+++ Records supplied +++

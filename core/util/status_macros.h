// Small status helpers (the Abseil release Foray builds against has no status macros).
// Safe to use from any thread: they only expand to local control flow.
#ifndef FORAY_CORE_UTIL_STATUS_MACROS_H_
#define FORAY_CORE_UTIL_STATUS_MACROS_H_

#include <cstdio>
#include <cstdlib>

#include "absl/status/status.h"
#include "absl/status/statusor.h"

#define FORAY_CONCAT_INNER_(a, b) a##b
#define FORAY_CONCAT_(a, b) FORAY_CONCAT_INNER_(a, b)

// Returns from the enclosing function when `expr` (an absl::Status) is not OK.
#define FORAY_RETURN_IF_ERROR(expr)                  \
  do {                                               \
    ::absl::Status foray_status_ = (expr);           \
    if (!foray_status_.ok()) return foray_status_;   \
  } while (0)

// `FORAY_ASSIGN_OR_RETURN(auto x, MakeX());` unwraps an absl::StatusOr or returns its status.
#define FORAY_ASSIGN_OR_RETURN(lhs, expr) \
  FORAY_ASSIGN_OR_RETURN_IMPL_(FORAY_CONCAT_(foray_statusor_, __LINE__), lhs, expr)
#define FORAY_ASSIGN_OR_RETURN_IMPL_(tmp, lhs, expr) \
  auto tmp = (expr);                                 \
  if (!tmp.ok()) return tmp.status();                \
  lhs = std::move(tmp).value()

// Always-on invariant check: a failure is a bug, so it aborts with the message.
#define FORAY_CHECK(cond, msg)                                                  \
  do {                                                                          \
    if (!(cond)) {                                                              \
      std::fprintf(stderr, "%s:%d: check failed: %s: %s\n", __FILE__, __LINE__, \
                   #cond, msg);                                                 \
      std::abort();                                                             \
    }                                                                           \
  } while (0)

#endif  // FORAY_CORE_UTIL_STATUS_MACROS_H_
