// The SIMD targets every Highway-compiled file of the project is built for; include it first,
// before setting HWY_TARGET_INCLUDE and including "hwy/foreach_target.h". Every target Highway
// can reach on the architecture is compiled in, whatever the build's baseline (the emulated
// fallback included, so tests and simd::LimitTarget can run it); SVE is left out (the kernels
// keep arrays of vectors, which SVE's sizeless types do not allow), so ARM64 runs NEON.
#ifndef FORAY_CORE_UTIL_SIMD_TARGETS_H_
#define FORAY_CORE_UTIL_SIMD_TARGETS_H_

#ifndef HWY_COMPILE_ALL_ATTAINABLE
#define HWY_COMPILE_ALL_ATTAINABLE
#endif
#ifndef HWY_DISABLED_TARGETS
#define HWY_DISABLED_TARGETS (HWY_SVE | HWY_SVE2 | HWY_SVE_256 | HWY_SVE2_128)
#endif

#endif  // FORAY_CORE_UTIL_SIMD_TARGETS_H_
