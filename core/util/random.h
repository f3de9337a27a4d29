// A small, portable pseudo-random generator (xoshiro256**, seeded by splitmix64) with uniform
// and normal draws, so results under a seed are the same on every standard library.
// Not thread-safe: give each thread its own generator.
#ifndef FORAY_CORE_UTIL_RANDOM_H_
#define FORAY_CORE_UTIL_RANDOM_H_

#include <cmath>
#include <cstdint>

namespace foray {

class Rng {
 public:
  // Copyable (a copy continues the same stream independently).
  explicit Rng(uint64_t seed) {
    uint64_t x = seed;
    for (uint64_t& s : state_) s = SplitMix64(&x);
  }

  uint64_t NextU64() {
    const uint64_t result = Rotl(state_[1] * 5, 7) * 9;
    const uint64_t t = state_[1] << 17;
    state_[2] ^= state_[0];
    state_[3] ^= state_[1];
    state_[1] ^= state_[2];
    state_[0] ^= state_[3];
    state_[2] ^= t;
    state_[3] = Rotl(state_[3], 45);
    return result;
  }

  // Uniform on [0, 1) with 53 random bits.
  double Uniform() { return static_cast<double>(NextU64() >> 11) * 0x1.0p-53; }

  // Uniform integer on [0, n); n > 0. Lemire's multiply-shift (bias below 2^-64 * n).
  uint64_t UniformInt(uint64_t n) {
    return static_cast<uint64_t>((static_cast<__uint128_t>(NextU64()) * n) >> 64);
  }

  // Standard normal draw (Box-Muller; the second value is kept for the next call).
  double Normal() {
    if (has_spare_) {
      has_spare_ = false;
      return spare_;
    }
    double u1 = Uniform();
    while (u1 <= 0.0) u1 = Uniform();
    const double u2 = Uniform();
    const double r = std::sqrt(-2.0 * std::log(u1));
    const double theta = 2.0 * 3.14159265358979323846 * u2;
    spare_ = r * std::sin(theta);
    has_spare_ = true;
    return r * std::cos(theta);
  }

 private:
  static uint64_t Rotl(uint64_t x, int k) { return (x << k) | (x >> (64 - k)); }
  static uint64_t SplitMix64(uint64_t* x) {
    uint64_t z = (*x += 0x9e3779b97f4a7c15ULL);
    z = (z ^ (z >> 30)) * 0xbf58476d1ce4e5b9ULL;
    z = (z ^ (z >> 27)) * 0x94d049bb133111ebULL;
    return z ^ (z >> 31);
  }

  uint64_t state_[4];
  double spare_ = 0.0;
  bool has_spare_ = false;
};

// The seed of stream `stream` of a computation seeded with `seed` (a plan's iterations, a
// model version's training): the SplitMix64 finaliser (Steele, Lea & Flood 2014, "Fast
// splittable pseudorandom number generators", OOPSLA) of seed + golden-ratio * (stream + 1), so
// that neighbouring seeds and streams give unrelated generators. The one place seeds are
// derived: no other constants mix seeds.
inline uint64_t DeriveSeed(uint64_t seed, uint64_t stream) {
  uint64_t z = seed + 0x9e3779b97f4a7c15ULL * (stream + 1);
  z = (z ^ (z >> 30)) * 0xbf58476d1ce4e5b9ULL;
  z = (z ^ (z >> 27)) * 0x94d049bb133111ebULL;
  return z ^ (z >> 31);
}

}  // namespace foray

#endif  // FORAY_CORE_UTIL_RANDOM_H_
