// The dense matrix types Foray shares between layers: row-major float matrices are how
// sequences, batches and datasets are laid out (a row per step, sample or transition), so
// that a row is contiguous and maps onto the flat buffers the kernels and the wire use.
#ifndef FORAY_CORE_UTIL_MATRIX_H_
#define FORAY_CORE_UTIL_MATRIX_H_

#include "Eigen/Core"

namespace foray {

using RowMatrixXf = Eigen::Matrix<float, Eigen::Dynamic, Eigen::Dynamic, Eigen::RowMajor>;

}  // namespace foray

#endif  // FORAY_CORE_UTIL_MATRIX_H_
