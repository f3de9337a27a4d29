// Vector math shared by the per-target kernels (core/model/simd_kernels.cc,
// core/explore/information_kernels.cc). Highway's per-target header pattern: the guard toggles so
// that foreach_target.h compiles this once per target, each time into that target's namespace.
// Include it after "hwy/highway.h", inside no namespace.
//
//   const V e = foray::simd_math::HWY_NAMESPACE::ExpInRange(d, x);   // x in [kExpLow, kExpHigh]
#if defined(FORAY_CORE_UTIL_SIMD_MATH_INL_H_) == defined(HWY_TARGET_TOGGLE)
#ifdef FORAY_CORE_UTIL_SIMD_MATH_INL_H_
#undef FORAY_CORE_UTIL_SIMD_MATH_INL_H_
#else
#define FORAY_CORE_UTIL_SIMD_MATH_INL_H_
#endif

#include "hwy/highway.h"

HWY_BEFORE_NAMESPACE();
namespace foray::simd_math {
namespace HWY_NAMESPACE {
namespace hn = hwy::HWY_NAMESPACE;

// The range ExpInRange accepts: 2^n stays a normal float for n = round(x / ln 2) in
// [-126, 127], and e^x = 2^n e^f with |f| <= ln(2)/2 stays below FLT_MAX.
inline constexpr float kExpLow = -87.3f;
inline constexpr float kExpHigh = 88.0f;

// e^x for x in [kExpLow, kExpHigh] (callers clamp; outside it the result is wrong, not slow).
// Cody & Waite's reduction x = n ln 2 + f with ln 2 split into a short head and a tail (so n ln 2
// is exact to float precision), a degree-5 polynomial for e^f - 1 - f (the coefficients of the
// Cephes library's expf, about 1 ulp over |f| <= ln(2)/2), and 2^n written into the exponent
// bits. About half the instructions of Highway's general Exp, which handles the whole float
// range: on the model's layers the activation's exponential is a fifth of the work.
template <class D>
HWY_INLINE hn::Vec<D> ExpInRange(D d, hn::Vec<D> x) {
  using V = hn::Vec<D>;
  const V n = hn::Round(hn::Mul(x, hn::Set(d, 1.44269504088896341f)));
  V f = hn::NegMulAdd(n, hn::Set(d, 0.693359375f), x);
  f = hn::NegMulAdd(n, hn::Set(d, -2.12194440e-4f), f);
  V p = hn::Set(d, 1.9875691500e-4f);
  p = hn::MulAdd(p, f, hn::Set(d, 1.3981999507e-3f));
  p = hn::MulAdd(p, f, hn::Set(d, 8.3334519073e-3f));
  p = hn::MulAdd(p, f, hn::Set(d, 4.1665795894e-2f));
  p = hn::MulAdd(p, f, hn::Set(d, 1.6666665459e-1f));
  p = hn::MulAdd(p, f, hn::Set(d, 5.0000001201e-1f));
  p = hn::MulAdd(p, hn::Mul(f, f), hn::Add(f, hn::Set(d, 1.0f)));
  const hn::RebindToSigned<D> di;
  const auto bits = hn::ShiftLeft<23>(hn::Add(hn::ConvertTo(di, n), hn::Set(di, 127)));
  return hn::Mul(p, hn::BitCast(d, bits));
}

// e^x clamped into ExpInRange's range first: e^x for x >= kExpLow up to kExpHigh, about
// 1.2e-38 below (where callers add it to 1 or compare it with others of the same size) and
// e^88 = 1.65e38 above.
template <class D>
HWY_INLINE hn::Vec<D> ExpClamped(D d, hn::Vec<D> x) {
  return ExpInRange(d, hn::Min(hn::Max(x, hn::Set(d, kExpLow)), hn::Set(d, kExpHigh)));
}

}  // namespace HWY_NAMESPACE
}  // namespace foray::simd_math
HWY_AFTER_NAMESPACE();

#endif  // FORAY_CORE_UTIL_SIMD_MATH_INL_H_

+++

# Exercise goal
After locating the line holding "#ifndef FORAY_CORE_UTIL_MATRIX_H_" above, output exactly that line and every line after it through the line holding "inline constexpr float kExpHigh = 88.0f;". Include nothing else.

# Task result
#ifndef FORAY_CORE_UTIL_MATRIX_H_
#define FORAY_CORE_UTIL_MATRIX_H_

#include "Eigen/Core"

namespace foray {

using RowMatrixXf = Eigen::Matrix<float, Eigen::Dynamic, Eigen::Dynamic, Eigen::RowMajor>;

}  // namespace foray

#endif  // FORAY_CORE_UTIL_MATRIX_H_
repository f3de9337a27a4d29
// Vector math shared by the per-target kernels (core/model/simd_kernels.cc,
// core/explore/information_kernels.cc). Highway's per-target header pattern: the guard toggles so
// that foreach_target.h compiles this once per target, each time into that target's namespace.
// Include it after "hwy/highway.h", inside no namespace.
//
//   const V e = foray::simd_math::HWY_NAMESPACE::ExpInRange(d, x);   // x in [kExpLow, kExpHigh]
#if defined(FORAY_CORE_UTIL_SIMD_MATH_INL_H_) == defined(HWY_TARGET_TOGGLE)
#ifdef FORAY_CORE_UTIL_SIMD_MATH_INL_H_
#undef FORAY_CORE_UTIL_SIMD_MATH_INL_H_
#else
#define FORAY_CORE_UTIL_SIMD_MATH_INL_H_
#endif

#include "hwy/highway.h"

HWY_BEFORE_NAMESPACE();
namespace foray::simd_math {
namespace HWY_NAMESPACE {
namespace hn = hwy::HWY_NAMESPACE;

// The range ExpInRange accepts: 2^n stays a normal float for n = round(x / ln 2) in
// [-126, 127], and e^x = 2^n e^f with |f| <= ln(2)/2 stays below FLT_MAX.
inline constexpr float kExpLow = -87.3f;
inline constexpr float kExpHigh = 88.0f;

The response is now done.